仕様断面図
施工例
概要
ジックボードGR工法は、高耐食性のビニルエステル樹脂を用いたFRP板と、裏面に取り付けられた立体クロスにより防食被覆工法に求められる、以下の特性を併せ持つ工法である。
・遮断性:コンクリートへの硫黄(硫酸)浸入を遮断する
・耐硫酸性:硫酸腐食環境下で曲げ強度を維持する
・接着安定性:竣工時の接着強さを維持する
そのため、厳しい環境下でも竣工時の要求性能を50年間維持することが可能となる。
特長
- 耐環境性:ビニルエステル樹脂FRP成形板による優れた耐薬品性
日本下水道事業団「コンクリート構造物の腐食抑制技術及び防食技術マニュアル」のシートライニング工法に該当し、厳しい環境下にある施設や長期の耐久性が求められる施設に適応可能。
- 環境遮断性:ビニルエステル樹脂FRP成形板による優れた遮断性
ジックボードは、工場成形品であり、均質高密度で遮断性が高く、従来工法のようにピンホールや気泡などの被覆欠陥から侵食物質を浸透させることがない。
- 接着安定性:立体クロスと無機質材料による乾湿条件に左右されない接着安定性
ジックボード裏面に一体成形された立体クロスは、未硬化の無機質グラウトまたはコンクリートと強固に絡み合い、硬化後にジックボードとコンクリート躯体を一体化させる。
無機質系グラウトは対象コンクリートの吸水状態や環境湿度に左右されない良好な接着特性を有す。
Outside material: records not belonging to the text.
"""The dashboard's history: a compact time series of what the node shows now.

Every ``[dashboard] sample_seconds`` one worker process of the node (the holder of the
lease ``dashboard-history``) reads the node's figures (node/readings.py) and writes one
``history_sample`` row per series and subject (a link or pair ID), and deletes the rows
older than ``[dashboard] retention_days``, in one transaction. The series are fixed
(:data:`SERIES`); a figure the node does not know (no plan without a link profile, no
QBER without a block in the rate window, no target at a station) is not written, so a
plot shows a gap rather than a made-up value.

:func:`points` reads one series back for the dashboard, at most ``limit`` points per
subject, evenly thinned when the span holds more.
"""

from __future__ import annotations

import math
from collections.abc import Callable
from dataclasses import dataclass
from datetime import UTC, datetime, timedelta

from sqlalchemy import delete, func, insert, select

from keystrata.context import NodeContext
from keystrata.node import readings
from keystrata.node.readings import LinkReading, PairReading, Readings
from keystrata.storage import leases
from keystrata.storage.models import HistorySample

LEASE = "dashboard-history"


@dataclass(frozen=True, slots=True)
class Series:
    """One series: what it holds, its unit, and how it is read from the figures."""

    name: str
    unit: str
    title: str


#: Series of links, and how each is read from a link's figures.
LINK_SERIES: dict[str, tuple[Series, Callable[[LinkReading], float | None]]] = {
    "link_rate_bps": (
        Series("link_rate_bps", "bit/s", "link key received per second"),
        lambda r: r.rate_bps,
    ),
    "link_planned_bps": (
        Series("link_planned_bps", "bit/s", "the link model's clear-sky rate"),
        lambda r: r.planned_bps,
    ),
    "link_pool_bits": (
        Series("link_pool_bits", "bit", "link key stored, not yet used"),
        lambda r: r.bits_available,
    ),
    "link_qber": (
        Series("link_qber", "ratio", "QBER of the blocks received"),
        lambda r: r.qber,
    ),
}

#: Series of pairs, and how each is read from a pair's figures.
PAIR_SERIES: dict[str, tuple[Series, Callable[[PairReading], float | None]]] = {
    "pair_ready_bits": (
        Series("pair_ready_bits", "bit", "ready pair key (relay: the smaller report)"),
        lambda r: r.ready_bits,
    ),
    "pair_owned_bits": (
        Series("pair_owned_bits", "bit", "ready key this station serves to its masters"),
        lambda r: r.owned_bits,
    ),
    "pair_pending_bits": (
        Series("pair_pending_bits", "bit", "pair key waiting for confirmation"),
        lambda r: r.pending_bits,
    ),
    "pair_target_bits": (
        Series("pair_target_bits", "bit", "ready key the relay's scheduler aims at"),
        lambda r: r.target_bits,
    ),
    "pair_in_flight_bits": (
        Series("pair_in_flight_bits", "bit", "pair key made, not yet settled"),
        lambda r: r.in_flight_bits,
    ),
    "pair_relayed_bps": (
        Series("pair_relayed_bps", "bit/s", "pair key the relay made per second"),
        lambda r: r.relayed_bps,
    ),
}

#: Series of key delivery at a station, per pair (cumulative counts).
DELIVERY_SERIES: dict[str, Series] = {
    "keys_delivered": Series("keys_delivered", "keys", "keys handed out (masters and slaves)"),
    "key_bits_delivered": Series("key_bits_delivered", "bit", "bits of the keys handed out"),
}

SERIES: dict[str, Series] = {
    **{k: v[0] for k, v in LINK_SERIES.items()},
    **{k: v[0] for k, v in PAIR_SERIES.items()},
    **DELIVERY_SERIES,
}


def rows_of(figures: Readings) -> list[tuple[str, str, float]]:
    """The (series, subject, value) rows of one reading; unknown figures are left out."""
    out: list[tuple[str, str, float]] = []
    for link in figures.links:
        for name, (_, value_of) in LINK_SERIES.items():
            value = value_of(link)
            if value is not None and math.isfinite(value):
                out.append((name, link.link_id, float(value)))
    for pair in figures.pairs:
        for name, (_, pair_value_of) in PAIR_SERIES.items():
            value = pair_value_of(pair)
            if value is not None and math.isfinite(value):
                out.append((name, pair.pair_id, float(value)))
    for delivered in figures.deliveries:
        parts = (delivered["to_masters"], delivered["to_slaves"])
        subject = str(delivered["pair_id"])
        out.append(("keys_delivered", subject, float(sum(p["keys"] for p in parts))))
        out.append(("key_bits_delivered", subject, float(sum(p["bits"] for p in parts))))
    return out


def sample_once(ctx: NodeContext, holder: str) -> bool:
    """Take one sample if this process holds the history lease and the last sample is
    older than half the sampling interval (another holder may have just taken one);
    delete samples older than the retention. Returns False (one step per interval).

    Raises:
        Unavailable: the database cannot be reached (the loop tries again).
    """
    cfg = ctx.settings.dashboard
    now = ctx.clock.now()
    ttl = timedelta(seconds=max(10.0, 3 * cfg.sample_seconds))
    if not leases.acquire(ctx.db, LEASE, holder, now=now, ttl=ttl):
        return False
    with ctx.db.read() as s:
        last = s.execute(select(func.max(HistorySample.at))).scalar_one_or_none()
    if last is not None and (now - _aware(last)).total_seconds() < cfg.sample_seconds / 2:
        return False
    figures = readings.read(ctx)
    write(ctx, figures)
    return False


def write(ctx: NodeContext, figures: Readings) -> int:
    """Store one reading and drop what is past the retention, in one transaction;
    return the rows written."""
    rows = rows_of(figures)
    cutoff = figures.at - timedelta(days=ctx.settings.dashboard.retention_days)
    with ctx.db.write() as s:
        if rows:
            s.execute(
                insert(HistorySample),
                [{"at": figures.at, "series": n, "subject": sub, "value": v} for n, sub, v in rows],
            )
        s.execute(delete(HistorySample).where(HistorySample.at < cutoff))
    return len(rows)


@dataclass(frozen=True, slots=True)
class Points:
    subject: str
    #: (Unix time in seconds, value), oldest first.
    points: list[tuple[float, float]]


def points(
    ctx: NodeContext,
    series: str,
    *,
    subject: str | None,
    since: datetime,
    until: datetime,
    limit: int,
) -> list[Points]:
    """The samples of ``series`` in ``[since, until]``, per subject (one, or each that
    has samples), thinned to at most ``limit`` evenly spaced ones (the newest kept)."""
    base = [
        HistorySample.series == series,
        HistorySample.at >= since,
        HistorySample.at <= until,
    ]
    if subject is not None:
        base.append(HistorySample.subject == subject)
    out = []
    with ctx.db.read() as s:
        counts = s.execute(
            select(HistorySample.subject, func.count())
            .where(*base)
            .group_by(HistorySample.subject)
            .order_by(HistorySample.subject)
        ).all()
        for name, count in counts:
            step = max(1, math.ceil(int(count) / limit))
            # Number the rows newest first, so that the thinning keeps the newest sample.
            numbered = (
                select(
                    HistorySample.at,
                    HistorySample.value,
                    func.row_number()
                    .over(order_by=(HistorySample.at.desc(), HistorySample.id.desc()))
                    .label("n"),
                )
                .where(*base, HistorySample.subject == name)
                .subquery()
            )
            rows = s.execute(
                select(numbered.c.at, numbered.c.value)
                .where((numbered.c.n - 1) % step == 0)
                .order_by(numbered.c.at)
            ).all()
            out.append(
                Points(
                    subject=name,
                    points=[(_aware(at).timestamp(), float(v)) for at, v in rows][-limit:],
                )
            )
    return out


def _aware(when: object) -> datetime:
    """SQLite hands back naive UTC datetimes (and aggregates of them as text);
    PostgreSQL aware ones."""
    if isinstance(when, str):
        when = datetime.fromisoformat(when)
    if not isinstance(when, datetime):
        raise TypeError(f"expected a timestamp, got {type(when).__name__}")
    return when if when.tzinfo else when.replace(tzinfo=UTC)
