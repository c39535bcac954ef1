"""The network description: one TOML file that describes a whole keystrata network.

It names the relays (with their platform) and stations (with their site and sky), the
QKD links between them (with their optics and QKD module), the SAEs of each station,
the station pairs with their policy, and the people and systems that call the nodes
(operators, auditors, monitors). Named ``[policies.NAME]`` and ``[optics.NAME]`` tables
let pairs and links share values; an inline table may start from one with ``extends``.
Paths are relative to the file. The format is documented in the README ("One network
description") and an example is written by ``keystrata demo`` to its workdir.

:func:`load` reads and checks the file: its shape, every reference (a link's relay is
a relay of the file, a pair's stations each have a link to its relay), and the physical
profiles against the link model's own checks. Values the nodes check themselves (key
sizes, buffer figures) are left to them: their 400s name the field.
"""

from __future__ import annotations

import hashlib
import tomllib
from collections.abc import Mapping
from dataclasses import dataclass, field
from pathlib import Path
from typing import Any, Literal

from cryptography import x509
from cryptography.hazmat.primitives.serialization import Encoding
from cryptography.x509.oid import NameOID

from keystrata_client._errors import KeystrataClientError
from keystrata_physics import optics as physics

NodeRole = Literal["relay", "station"]
PersonRole = Literal["operator", "auditor", "monitor"]
#: People and systems whose principals must pin their certificate (the nodes refuse
#: an operator without ``cert_sha256``); peers are always pinned.
PINNED: frozenset[str] = frozenset({"operator"})


class DescriptionError(KeystrataClientError):
    """The description cannot be used; the message names the file and the place."""


@dataclass(frozen=True)
class Certificate:
    """Who a certificate names: its subject common name and SHA-256 pin (DER)."""

    subject: str
    sha256: str | None


@dataclass(frozen=True)
class NodeEntry:
    node_id: str
    role: NodeRole
    url: str | None
    description: str
    physical: dict[str, Any] | None
    certificate: Certificate


@dataclass(frozen=True)
class SaeEntry:
    sae_id: str
    station: str
    certificate: Certificate
    description: str


@dataclass(frozen=True)
class LinkEntry:
    link_id: str
    relay: str
    station: str
    description: str
    optics: dict[str, Any] | None
    module_id: str
    module: Certificate


@dataclass(frozen=True)
class PairEntry:
    pair_id: str
    relay: str
    stations: tuple[str, str]
    policy: dict[str, Any]


@dataclass(frozen=True)
class PersonEntry:
    principal_id: str
    role: PersonRole
    certificate: Certificate
    description: str


@dataclass(frozen=True)
class Access:
    """The certificate files the description's commands present (the operator's own)."""

    ca: Path | None
    cert: Path | None
    key: Path | None


@dataclass(frozen=True)
class Network:
    name: str
    path: Path
    access: Access
    nodes: dict[str, NodeEntry]
    links: dict[str, LinkEntry]
    pairs: dict[str, PairEntry]
    saes: dict[str, SaeEntry]
    people: dict[str, PersonEntry]
    comments: list[str] = field(default_factory=list)

    def stations(self) -> list[NodeEntry]:
        return [n for n in self.nodes.values() if n.role == "station"]

    def relays(self) -> list[NodeEntry]:
        return [n for n in self.nodes.values() if n.role == "relay"]


def certificate_of(path: Path) -> Certificate:
    """Read a PEM certificate: its subject common name and the SHA-256 of its DER form.

    Raises:
        DescriptionError: the file is missing or holds no PEM certificate.
    """
    try:
        cert = x509.load_pem_x509_certificate(path.read_bytes())
    except OSError as exc:
        raise DescriptionError(f"{path}: cannot read it ({exc.strerror})") from None
    except ValueError:
        raise DescriptionError(f"{path}: not a PEM certificate") from None
    names = cert.subject.get_attributes_for_oid(NameOID.COMMON_NAME)
    if not names:
        raise DescriptionError(f"{path}: the certificate's subject has no common name")
    return Certificate(
        str(names[0].value), hashlib.sha256(cert.public_bytes(Encoding.DER)).hexdigest()
    )


class _Reader:
    """Reads one table, knowing where it is, so every error names its place."""

    def __init__(self, path: Path, where: str, table: Mapping[str, Any]) -> None:
        self.path = path
        self.where = where
        self.table = dict(table)
        self.used: set[str] = set()

    def fail(self, name: str | None, problem: str) -> DescriptionError:
        place = f"{self.where}.{name}" if name else self.where
        return DescriptionError(f"{self.path.name}: {place}: {problem}")

    def _get(self, name: str, kinds: tuple[type, ...], what: str, default: Any) -> Any:
        self.used.add(name)
        if name not in self.table:
            if default is _REQUIRED:
                raise self.fail(name, "missing")
            return default
        value = self.table[name]
        if not isinstance(value, kinds) or (isinstance(value, bool) and bool not in kinds):
            raise self.fail(name, f"must be {what}")
        return value

    def text(self, name: str, default: Any = "") -> Any:
        return self._get(name, (str,), "a string", default)

    def table_of(self, name: str) -> dict[str, Any] | str | None:
        return self._get(name, (dict, str), "a table or the name of one", None)  # type: ignore[no-any-return]

    def strings(self, name: str) -> list[str]:
        value = self._get(name, (list,), "a list of strings", _REQUIRED)
        if not all(isinstance(v, str) for v in value):
            raise self.fail(name, "must be a list of strings")
        return list(value)

    def child(self, name: str) -> _Reader:
        value = self._get(name, (dict,), "a table", {})
        return _Reader(self.path, f"{self.where}.{name}", value)

    def file(self, name: str) -> Path | None:
        value = self.text(name, None)
        return None if value is None else (self.path.parent / value).resolve()

    def done(self) -> None:
        unknown = sorted(set(self.table) - self.used)
        if unknown:
            raise self.fail(unknown[0], "unknown member (a typo?)")

    def certificate(self, default_subject: str | None, pinned: bool) -> Certificate:
        """``certificate = "file"``, or ``cert_subject`` and ``cert_sha256``."""
        cert_file = self.file("certificate")
        subject = self.text("cert_subject", None)
        pin = self.text("cert_sha256", None)
        if cert_file is not None:
            if subject is not None or pin is not None:
                raise self.fail("certificate", "give a certificate file or cert_subject, not both")
            try:
                return certificate_of(cert_file)
            except DescriptionError as exc:
                raise self.fail("certificate", str(exc)) from None
        if pin is not None and (len(pin) != 64 or pin.strip("0123456789abcdef")):
            raise self.fail("cert_sha256", "must be 64 lower-case hex digits")
        if pinned and pin is None:
            raise self.fail(
                None, "needs its certificate file (certificate = ...) or cert_sha256, for the pin"
            )
        subject = subject if subject is not None else default_subject
        if subject is None:
            raise self.fail("cert_subject", "missing")
        return Certificate(subject, pin)


_REQUIRED = object()
_TOP = ("network", "relays", "stations", "links", "pairs", "policies", "optics", "people")


def _named(
    reader: _Reader, name: str, shared: Mapping[str, Any], what: str
) -> dict[str, Any] | None:
    """A table given inline (optionally ``extends = "NAME"``) or as the name of one."""
    value = reader.table_of(name)
    if value is None:
        return None
    if isinstance(value, str):
        if value not in shared:
            raise reader.fail(name, f"no [{what}.{value}] table in this file")
        return dict(shared[value])
    own = dict(value)
    base = own.pop("extends", None)
    if base is None:
        return own
    if not isinstance(base, str) or base not in shared:
        raise reader.fail(f"{name}.extends", f"must name a [{what}.NAME] table of this file")
    return dict(shared[base]) | own


def _check_profile(reader: _Reader, name: str, record: Any, values: dict[str, Any] | None) -> None:
    if values is None:
        return
    try:
        physics.from_mapping(record, values)
    except ValueError as exc:
        raise reader.fail(name, str(exc)) from None


def _tables(root: _Reader, name: str) -> dict[str, _Reader]:
    section = root.child(name)
    out = {}
    for key, value in section.table.items():
        if not isinstance(value, dict):
            raise section.fail(key, "must be a table")
        section.used.add(key)
        out[key] = _Reader(root.path, f"{name}.{key}", value)
    return out


def load(path: Path) -> Network:
    """Read and check a network description.

    Raises:
        DescriptionError: the file cannot be read, is not TOML, or is not a consistent
            description; the message names the file, the place and the problem.
    """
    try:
        data = tomllib.loads(path.read_text(encoding="utf-8"))
    except OSError as exc:
        raise DescriptionError(f"{path}: cannot read it ({exc.strerror})") from None
    except tomllib.TOMLDecodeError as exc:
        raise DescriptionError(f"{path.name}: not valid TOML: {exc}") from None
    root = _Reader(path, "", data)
    root.where = path.name
    head = root.child("network")
    access = Access(head.file("ca"), head.file("cert"), head.file("key"))
    name = head.text("name", path.stem)
    head.done()
    policies = {k: r.table for k, r in _tables(root, "policies").items()}
    optics = {k: r.table for k, r in _tables(root, "optics").items()}
    nodes: dict[str, NodeEntry] = {}
    saes: dict[str, SaeEntry] = {}
    for role, section in (("relay", "relays"), ("station", "stations")):
        for node_id, r in _tables(root, section).items():
            if node_id in nodes:
                raise r.fail(None, "a node of this ID is already described")
            profile = r.table_of("platform" if role == "relay" else "site")
            if isinstance(profile, str):
                raise r.fail("platform" if role == "relay" else "site", "must be a table")
            _check_profile(
                r,
                "platform" if role == "relay" else "site",
                physics.Platform if role == "relay" else physics.StationSky,
                profile,
            )
            url = r.text("url", None)
            if url is not None and not url.startswith("https://"):
                raise r.fail("url", "must be the node's https:// base URL")
            nodes[node_id] = NodeEntry(
                node_id,
                role,  # type: ignore[arg-type]
                url.rstrip("/") if url else None,
                r.text("description"),
                profile,
                r.certificate(node_id, pinned=True),
            )
            if role == "station":
                for sae_id, s in _tables(r, "saes").items():
                    if sae_id in saes:
                        raise s.fail(None, "an SAE of this ID is already described")
                    saes[sae_id] = SaeEntry(
                        sae_id, node_id, s.certificate(sae_id, False), s.text("description")
                    )
                    s.done()
            r.done()
    links: dict[str, LinkEntry] = {}
    for link_id, r in _tables(root, "links").items():
        relay, station = r.text("relay", _REQUIRED), r.text("station", _REQUIRED)
        for end, role in ((relay, "relay"), (station, "station")):
            if end not in nodes or nodes[end].role != role:
                raise r.fail(role, f"{end!r} is not a {role} of this description")
        profile = _named(r, "optics", optics, "optics")
        _check_profile(r, "optics", physics.LinkOptics, profile)
        module = r.child("module")
        module_id = module.text("id", f"qkd-{link_id}")
        links[link_id] = LinkEntry(
            link_id,
            relay,
            station,
            r.text("description"),
            profile,
            module_id,
            module.certificate(module_id, False),
        )
        module.done()
        r.done()
    pairs = _pairs(root, nodes, links, policies)
    people: dict[str, PersonEntry] = {}
    for principal_id, r in _tables(root, "people").items():
        role = r.text("role", _REQUIRED)
        if role not in ("operator", "auditor", "monitor"):
            raise r.fail("role", "must be operator, auditor or monitor")
        people[principal_id] = PersonEntry(
            principal_id, role, r.certificate(principal_id, role in PINNED), r.text("description")
        )
        r.done()
    root.used.update(_TOP)
    root.done()
    _unique_subjects(path, nodes, saes, links, people)
    return Network(name, path, access, nodes, links, pairs, saes, people)


def _pairs(
    root: _Reader,
    nodes: Mapping[str, NodeEntry],
    links: Mapping[str, LinkEntry],
    policies: Mapping[str, Any],
) -> dict[str, PairEntry]:
    pairs: dict[str, PairEntry] = {}
    joined: dict[tuple[str, str, str], str] = {}
    for pair_id, r in _tables(root, "pairs").items():
        relay = r.text("relay", _REQUIRED)
        if relay not in nodes or nodes[relay].role != "relay":
            raise r.fail("relay", f"{relay!r} is not a relay of this description")
        stations = r.strings("stations")
        if len(stations) != 2 or stations[0] == stations[1]:
            raise r.fail("stations", "must name two different stations")
        for i, station in enumerate(stations):
            if station not in nodes or nodes[station].role != "station":
                raise r.fail(f"stations.{i}", f"{station!r} is not a station of this description")
            if not any(k.relay == relay and k.station == station for k in links.values()):
                raise r.fail(f"stations.{i}", f"{station!r} has no QKD link to {relay!r}")
        a, b = sorted(stations)
        if (relay, a, b) in joined:
            raise r.fail("stations", f"{joined[relay, a, b]} already joins {a} and {b}")
        joined[relay, a, b] = pair_id
        policy = _named(r, "policy", policies, "policies") or {}
        pairs[pair_id] = PairEntry(pair_id, relay, (stations[0], stations[1]), policy)
        r.done()
    return pairs


def _unique_subjects(
    path: Path,
    nodes: Mapping[str, NodeEntry],
    saes: Mapping[str, SaeEntry],
    links: Mapping[str, LinkEntry],
    people: Mapping[str, PersonEntry],
) -> None:
    """A certificate subject names one principal on a node: no two entries may share one
    (a link's QKD module pair shares its subject by design: one entry per link)."""
    seen: dict[str, str] = {}
    named = (
        [(f"relays/stations.{n.node_id}", n.certificate.subject) for n in nodes.values()]
        + [(f"saes.{s.sae_id}", s.certificate.subject) for s in saes.values()]
        + [(f"links.{k.link_id}.module", k.module.subject) for k in links.values()]
        + [(f"people.{p.principal_id}", p.certificate.subject) for p in people.values()]
    )
    for where, subject in named:
        if subject in seen:
            raise DescriptionError(
                f"{path.name}: {where}: certificate subject {subject!r} is also that of "
                f"{seen[subject]}"
            )
        seen[subject] = where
- 施工性:施工時期と対象構造物の形状の自由性を確保
①「後貼り工法」「型枠工法」での施工が可能。
②角形構造、円形構造(1号マンホール(φ900mm)以上、管渠(呼び径1200mm以上))に施工可能。
③ジックボードは、軽量で加工性に富む特性を持ち、取り扱いが容易で部位形状に合わせて切断加工が可能。
耐用年数50年の検証結果
ジックボードGR工法は、20数年の施工実績を有し、供用開始後の施工実績の追跡調査と促進試験の結果による検証の結果、厳しい腐食環境下でも竣工時の要求性能を50年間維持できることが確認された。
- 耐環境性:耐硫酸性で検証
高温(80℃)の硫酸水溶液に試験体浸漬した促進試験を実施し、50年経過後も設計曲げ強度以上の強度を有する検証結果となった。
供用中の施設から採取したサンプルでの曲げ強度試験結果でも、充分な強度を保持しており、促進試験の有効性が確認された。
- 環境遮断性:硫酸浸入深さで検証
公的機関での硫黄浸入深さ(硫酸浸入深さ)と、施工後14年および20年の硫黄浸入深さの結果では、ジックボードでの硫黄浸入は見受けられず、目地部では、若干硫黄の浸入が認められたが、被覆厚さを考慮して検証すると、50年後も遮断性を保持していることが確認された。
- 接着安定性:接着強度の経年変化で検証
公的試験機関での材齢28日の接着強さと、施工後14年および20年の接着強さ試験の結果では、竣工時の規格値(1.5N/㎟)以上の接着強度以上を保持しており、近似式で50年後の接着強さを検証すると、50年後も規格値以上を保持していることが確認された。
- ライフサイクルコストの低減
シートライニング工法「ジックボードGR工法」は50年間の耐用年数を有することから、塗布型ライニング工法に比べてライフサイクルコストの低減に寄与する。
用途
・下水道関連施設のコンクリート製処理施設、下水道管渠、人孔などの新設および補修工事。
・その他の激しい腐食環境に曝されるコンクリートの保護。